## TASK STATEMENT
Each record below must be returned exactly, with no line left out.

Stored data
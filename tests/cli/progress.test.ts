import { describe, expect, it } from 'vitest';
import { progressBar } from '../../src/cli/progress.js';

const TERMINAL = { stderr: { isTTY: true, columns: 80 }, env: {} };

/** Works for so many milliseconds in steps, and hands back what was drawn. */
function drawn(milliseconds: number, session: Parameters<typeof progressBar>[0] = TERMINAL): string[] {
  const all: string[] = [];
  const bar = progressBar(session, (text) => void all.push(text));
  const step = bar.step('comparing');
  const start = performance.now();
  for (let done = 0; performance.now() - start < milliseconds; done += 64) step(done % 1024, 1024);
  bar.end();
  return all;
}

describe('the bar', () => {
  it('is not drawn for work under half a second, nor away from a terminal', () => {
    expect(drawn(300)).toEqual([]);
    expect(drawn(800, { stderr: { isTTY: false, columns: undefined }, env: {} })).toEqual([]);
    expect(drawn(800, { ...TERMINAL, env: { TERM: 'dumb' } })).toEqual([]);
  });

  it('is drawn after half a second, at most ten times a second, and taken away at the end', () => {
    const all = drawn(1100);
    const last = all.pop();
    expect(last).toBe('\r\u001b[K');
    expect(all.length).toBeGreaterThan(0);
    expect(all.length).toBeLessThanOrEqual(7);
    for (const text of all) expect(text).toMatch(/^\r\u001b\[Kcomparing \[#*\.*\] \d+ %$/u);
  });
});
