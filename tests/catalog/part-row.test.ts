import { join } from 'node:path';
import fc from 'fast-check';
import { expect, it } from 'vitest';
import { openCatalog } from '../../src/catalog/index.js';
import { PART_COLUMNS } from '../../src/catalog/part-columns.js';
import { partToRow, rowToPart } from '../../src/catalog/part-row.js';
import { arbitraryParts } from '../support/arbitrary-part.js';
import { list } from './lists.js';
import { temporaryFolder } from './temporary.js';

it('a part becomes one value per column and comes back as it was', { timeout: 60_000 }, () => {
  fc.assert(
    fc.property(arbitraryParts, (parts) => {
      for (const part of parts) {
        const row = partToRow(part);
        expect(row).toHaveLength(PART_COLUMNS.length);
        expect(rowToPart(row)).toEqual(part);
      }
    }),
  );
});

it('also through the file, to the last bit', { timeout: 60_000 }, async () => {
  const template = list(['id', 'A'], { tier: 'generic' });
  const catalog = await openCatalog(join(temporaryFolder(), 'catalog.sqlite'));
  let run = 0;
  fc.assert(
    fc.property(arbitraryParts, (parts) => {
      run += 1;
      catalog.seedGeneric({ ...template, parts, records: [], sha256: String(run) });
      expect(catalog.source().parts).toEqual(parts);
    }),
    { numRuns: 50 },
  );
  catalog.close();
});
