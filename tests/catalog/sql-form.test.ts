import { readFileSync } from 'node:fs';
import { join } from 'node:path';
import Database from 'better-sqlite3';
import { describe, expect, it } from 'vitest';
import { freshSize } from '../../src/catalog/dictionary.js';
import { encoder } from '../../src/catalog/encoder.js';
import { openCatalog, type Catalog } from '../../src/catalog/index.js';
import { partToRow } from '../../src/catalog/part-row.js';
import type { Part } from '../../src/parts/part.js';
import { buildStage, type Stage } from '../../src/stage/index.js';
import { type Told, threeForms } from '../screening/sql-form/three-forms.js';
import { genericList } from '../support/generic-list.js';
import { specOf } from '../support/stage-file.js';
import { ANY, listOf, nextList, plausible } from './plausible-lists.js';
import { temporaryFolder } from './temporary.js';

/** The same three answers as `tests/screening/sql-form.test.ts`, after all that can happen to a catalog. What SQL reads is the part table itself. */
/** Without the capacitance of its cable: that asks for a phase margin, which SQL does not answer. */
function stage(): Stage {
  const text = readFileSync(join(import.meta.dirname, '../../catalog/stages/soil-moisture-probe.yaml'), 'utf8').replace(', capacitance: 100 pF', '');
  const built = buildStage(specOf(text));
  if (!built.ok) throw new Error('the probe contradicts itself');
  return built.stage;
}

const FIRST = plausible(3, 40);
const OTHERS = plausible(4, 40);
const SECOND = nextList(FIRST, OTHERS, { kept: 15, changed: 30, fresh: 32 });

async function filled(): Promise<{ catalog: Catalog; file: string }> {
  const file = join(temporaryFolder(), 'catalog.sqlite');
  const catalog = await openCatalog(file);
  catalog.seedGeneric({ ...genericList, parts: genericList.parts.slice(0, 12), records: genericList.records.slice(0, 12) });
  catalog.importList(listOf(FIRST, 'first.csv'));
  return { catalog, file };
}

/** What all three forms say of the catalog as it stands. */
async function agreed(file: string): Promise<Told> {
  const { rows, dictionary, sql } = await threeForms(file, stage(), { strict: false, order: 'merit', assumed: [] });
  expect(sql).toEqual(rows);
  expect(dictionary).toEqual(rows);
  return rows;
}

const approved = ({ parts }: Told): string[] => Object.keys(parts).filter((name) => name.startsWith('approved ')).map((name) => name.slice('approved '.length)).sort();
const idsOf = (parts: readonly Part[]): string[] => parts.map(({ id }) => id).sort();

describe('SQL, rows and dictionary on one catalog', () => {
  it('say the same after an update with withdrawals, and the first answer again after taking it back', async () => {
    const { catalog, file } = await filled();
    const first = await agreed(file);
    expect(approved(first)).toEqual(idsOf(FIRST));
    catalog.importList(listOf(SECOND, 'second.csv'), ANY);
    const second = await agreed(file);
    expect(approved(second)).toEqual(idsOf(SECOND));
    expect(second.tally).not.toEqual(first.tally);
    catalog.undo();
    expect(await agreed(file)).toEqual({ ...first, json: expect.stringContaining('"schema": "railfit/shortlist"') as string });
    catalog.close();
  }, 60_000);

  it('say the same after rows were changed and withdrawn by hand', async () => {
    const { catalog, file } = await filled();
    catalog.close();
    const first = await agreed(file);
    const database = new Database(file);
    database.exec("update part set slew_rate_min = 1, slew_rate_points = null where tier = 'approved' and id < 'PN-0000012'");
    database.exec("update part set withdrawn_at = import_id where tier = 'approved' and id > 'PN-0000030'");
    database.close();
    const then = await agreed(file);
    expect(approved(then)).toEqual(idsOf(FIRST).filter((id) => id <= 'PN-0000030'));
    expect(then.tally['slew-rate']![0]).toBeGreaterThan(first.tally['slew-rate']![0]);
  }, 60_000);

  it('say the same after the making of the dictionary was interrupted, and once more when it is made', async () => {
    const { catalog, file } = await filled();
    catalog.close();
    const database = new Database(file);
    database.exec("update part set offset_voltage_max = 1e-6, offset_voltage_points = null where tier = 'approved'");
    const interrupted = database.transaction(() => {
      const { add } = encoder(database, FIRST.length);
      FIRST.forEach((part, at) => {
        add(at + 1, partToRow(part));
        if (at === 20) throw new Error('interrupted');
      });
    });
    expect(interrupted).toThrow('interrupted');
    expect(freshSize(database)).toBeNull();
    const first = await agreed(file);
    expect(freshSize(database)).toBe(FIRST.length);
    expect(await agreed(file)).toEqual(first);
    database.close();
  }, 60_000);
});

## TASK SOLUTION
filename tests/cli/progress.test.ts
import { describe, expect, it } from 'vitest';
import { progressBar } from '../../src/cli/progress.js';

const TERMINAL = { stderr: { isTTY: true, columns: 80 }, env: {} };

/** Works for so many milliseconds in steps, and hands back what was drawn. */
function drawn(milliseconds: number, session: Parameters<typeof progressBar>[0] = TERMINAL): string[] {
  const all: string[] = [];
  const bar = progressBar(session, (text) => void all.push(text));
  const step = bar.step('comparing');
  const start = performance.now();
  for (let done = 0; performance.now() - start < milliseconds; done += 64) step(done % 1024, 1024);
  bar.end();
  return all;
}

describe('the bar', () => {
  it('is not drawn for work under half a second, nor away from a terminal', () => {
    expect(drawn(300)).toEqual([]);
    expect(drawn(800, { stderr: { isTTY: false, columns: undefined }, env: {} })).toEqual([]);
    expect(drawn(800, { ...TERMINAL, env: { TERM: 'dumb' } })).toEqual([]);
  });

  it('is drawn after half a second, at most ten times a second, and taken away at the end', () => {
    const all = drawn(1100);
    const last = all.pop();
    expect(last).toBe('\r\u001b[K');
    expect(all.length).toBeGreaterThan(0);
    expect(all.length).toBeLessThanOrEqual(7);
    for (const text of all) expect(text).toMatch(/^\r\u001b\[Kcomparing \[#*\.*\] \d+ %$/u);
  });
});
filename tests/catalog/part-row.test.ts
import { join } from 'node:path';
import fc from 'fast-check';
import { expect, it } from 'vitest';
import { openCatalog } from '../../src/catalog/index.js';
import { PART_COLUMNS } from '../../src/catalog/part-columns.js';
import { partToRow, rowToPart } from '../../src/catalog/part-row.js';
import { arbitraryParts } from '../support/arbitrary-part.js';
import { list } from './lists.js';
import { temporaryFolder } from './temporary.js';

it('a part becomes one value per column and comes back as it was', { timeout: 60_000 }, () => {
  fc.assert(
    fc.property(arbitraryParts, (parts) => {
      for (const part of parts) {
        const row = partToRow(part);
        expect(row).toHaveLength(PART_COLUMNS.length);
        expect(rowToPart(row)).toEqual(part);
      }
    }),
  );
});

it('also through the file, to the last bit', { timeout: 60_000 }, async () => {
  const template = list(['id', 'A'], { tier: 'generic' });
  const catalog = await openCatalog(join(temporaryFolder(), 'catalog.sqlite'));
  let run = 0;
  fc.assert(
    fc.property(arbitraryParts, (parts) => {
      run += 1;
      catalog.seedGeneric({ ...template, parts, records: [], sha256: String(run) });
      expect(catalog.source().parts).toEqual(parts);
    }),
    { numRuns: 50 },
  );
  catalog.close();
});
filename tests/catalog/sql-form.test.ts
import { readFileSync } from 'node:fs';
import { join } from 'node:path';
import Database from 'better-sqlite3';
import { describe, expect, it } from 'vitest';
import { freshSize } from '../../src/catalog/dictionary.js';
import { encoder } from '../../src/catalog/encoder.js';
import { openCatalog, type Catalog } from '../../src/catalog/index.js';
import { partToRow } from '../../src/catalog/part-row.js';
import type { Part } from '../../src/parts/part.js';
import { buildStage, type Stage } from '../../src/stage/index.js';
import { type Told, threeForms } from '../screening/sql-form/three-forms.js';
import { genericList } from '../support/generic-list.js';
import { specOf } from '../support/stage-file.js';
import { ANY, listOf, nextList, plausible } from './plausible-lists.js';
import { temporaryFolder } from './temporary.js';

/** The same three answers as `tests/screening/sql-form.test.ts`, after all that can happen to a catalog. What SQL reads is the part table itself. */
/** Without the capacitance of its cable: that asks for a phase margin, which SQL does not answer. */
function stage(): Stage {
  const text = readFileSync(join(import.meta.dirname, '../../catalog/stages/soil-moisture-probe.yaml'), 'utf8').replace(', capacitance: 100 pF', '');
  const built = buildStage(specOf(text));
  if (!built.ok) throw new Error('the probe contradicts itself');
  return built.stage;
}

const FIRST = plausible(3, 40);
const OTHERS = plausible(4, 40);
const SECOND = nextList(FIRST, OTHERS, { kept: 15, changed: 30, fresh: 32 });

async function filled(): Promise<{ catalog: Catalog; file: string }> {
  const file = join(temporaryFolder(), 'catalog.sqlite');
  const catalog = await openCatalog(file);
  catalog.seedGeneric({ ...genericList, parts: genericList.parts.slice(0, 12), records: genericList.records.slice(0, 12) });
  catalog.importList(listOf(FIRST, 'first.csv'));
  return { catalog, file };
}

/** What all three forms say of the catalog as it stands. */
async function agreed(file: string): Promise<Told> {
  const { rows, dictionary, sql } = await threeForms(file, stage(), { strict: false, order: 'merit', assumed: [] });
  expect(sql).toEqual(rows);
  expect(dictionary).toEqual(rows);
  return rows;
}

const approved = ({ parts }: Told): string[] => Object.keys(parts).filter((name) => name.startsWith('approved ')).map((name) => name.slice('approved '.length)).sort();
const idsOf = (parts: readonly Part[]): string[] => parts.map(({ id }) => id).sort();

describe('SQL, rows and dictionary on one catalog', () => {
  it('say the same after an update with withdrawals, and the first answer again after taking it back', async () => {
    const { catalog, file } = await filled();
    const first = await agreed(file);
    expect(approved(first)).toEqual(idsOf(FIRST));
    catalog.importList(listOf(SECOND, 'second.csv'), ANY);
    const second = await agreed(file);
    expect(approved(second)).toEqual(idsOf(SECOND));
    expect(second.tally).not.toEqual(first.tally);
    catalog.undo();
    expect(await agreed(file)).toEqual({ ...first, json: expect.stringContaining('"schema": "railfit/shortlist"') as string });
    catalog.close();
  }, 60_000);

  it('say the same after rows were changed and withdrawn by hand', async () => {
    const { catalog, file } = await filled();
    catalog.close();
    const first = await agreed(file);
    const database = new Database(file);
    database.exec("update part set slew_rate_min = 1, slew_rate_points = null where tier = 'approved' and id < 'PN-0000012'");
    database.exec("update part set withdrawn_at = import_id where tier = 'approved' and id > 'PN-0000030'");
    database.close();
    const then = await agreed(file);
    expect(approved(then)).toEqual(idsOf(FIRST).filter((id) => id <= 'PN-0000030'));
    expect(then.tally['slew-rate']![0]).toBeGreaterThan(first.tally['slew-rate']![0]);
  }, 60_000);

  it('say the same after the making of the dictionary was interrupted, and once more when it is made', async () => {
    const { catalog, file } = await filled();
    catalog.close();
    const database = new Database(file);
    database.exec("update part set offset_voltage_max = 1e-6, offset_voltage_points = null where tier = 'approved'");
    const interrupted = database.transaction(() => {
      const { add } = encoder(database, FIRST.length);
      FIRST.forEach((part, at) => {
        add(at + 1, partToRow(part));
        if (at === 20) throw new Error('interrupted');
      });
    });
    expect(interrupted).toThrow('interrupted');
    expect(freshSize(database)).toBeNull();
    const first = await agreed(file);
    expect(freshSize(database)).toBe(FIRST.length);
    expect(await agreed(file)).toEqual(first);
    database.close();
  }, 60_000);
});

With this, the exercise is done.